The Adamson Jones team has 25 staff headed by Directors Simon Cooper and Nicholas Ferrar and the business has offices in Nottingham, Leicester and London. Both Directors will continue to work as part of the management team post acquisition.
In the year ending 31 March 2021, Adamson Jones generated revenue of c. £3.6 million.
Terms of the Acquisition
Under the terms of the Acquisition agreement, Gateley will pay consideration of £2.5 million (the “Consideration”). The Consideration, which will be paid in full on completion, will be satisfied as to 50% in cash and as to 50% by the allotment and issue of ordinary shares of £0.10 each of the Group (“Consideration Shares”).

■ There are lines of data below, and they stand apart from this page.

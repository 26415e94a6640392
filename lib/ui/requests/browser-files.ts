/** Downloading a package and picking a file need a browser here: off the web there is neither. */
export const openDownload: ((path: string) => void) | null = null;

/** Asks for one file from the camera roll or the disk (web only). */
export const pickFile: ((accept: string) => Promise<File | null>) | null = null;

The cash consideration is being funded out of the Group's existing resources. The Board expects the Acquisition to generate operational synergies and be immediately earnings enhancing.
Issue of the Consideration Shares
Further to the Acquisition, 543,668 Consideration Shares are to be issued. Application will be made to the London Stock Exchange for the 543,668 Consideration Shares to be admitted to trading on AIM ("Admission"). It is expected that Admission will take place at 8.00am on 13 January.
The Consideration Shares will rank pari passu in all respects with the existing ordinary shares of £0.10 each of Gateley (“Ordinary Shares”), including the right to receive all dividends declared, made or paid after completion.
Following Admission, Gateley's total issued share capital will comprise 119,276,639 Ordinary Shares. This number may be used by shareholders in Gateley as the denominator for the calculations by which they will determine if they are required to notify their interest in, or a change in their interest in, the share capital of Gateley under the FCA's Disclosure Guidance and Transparency Rules.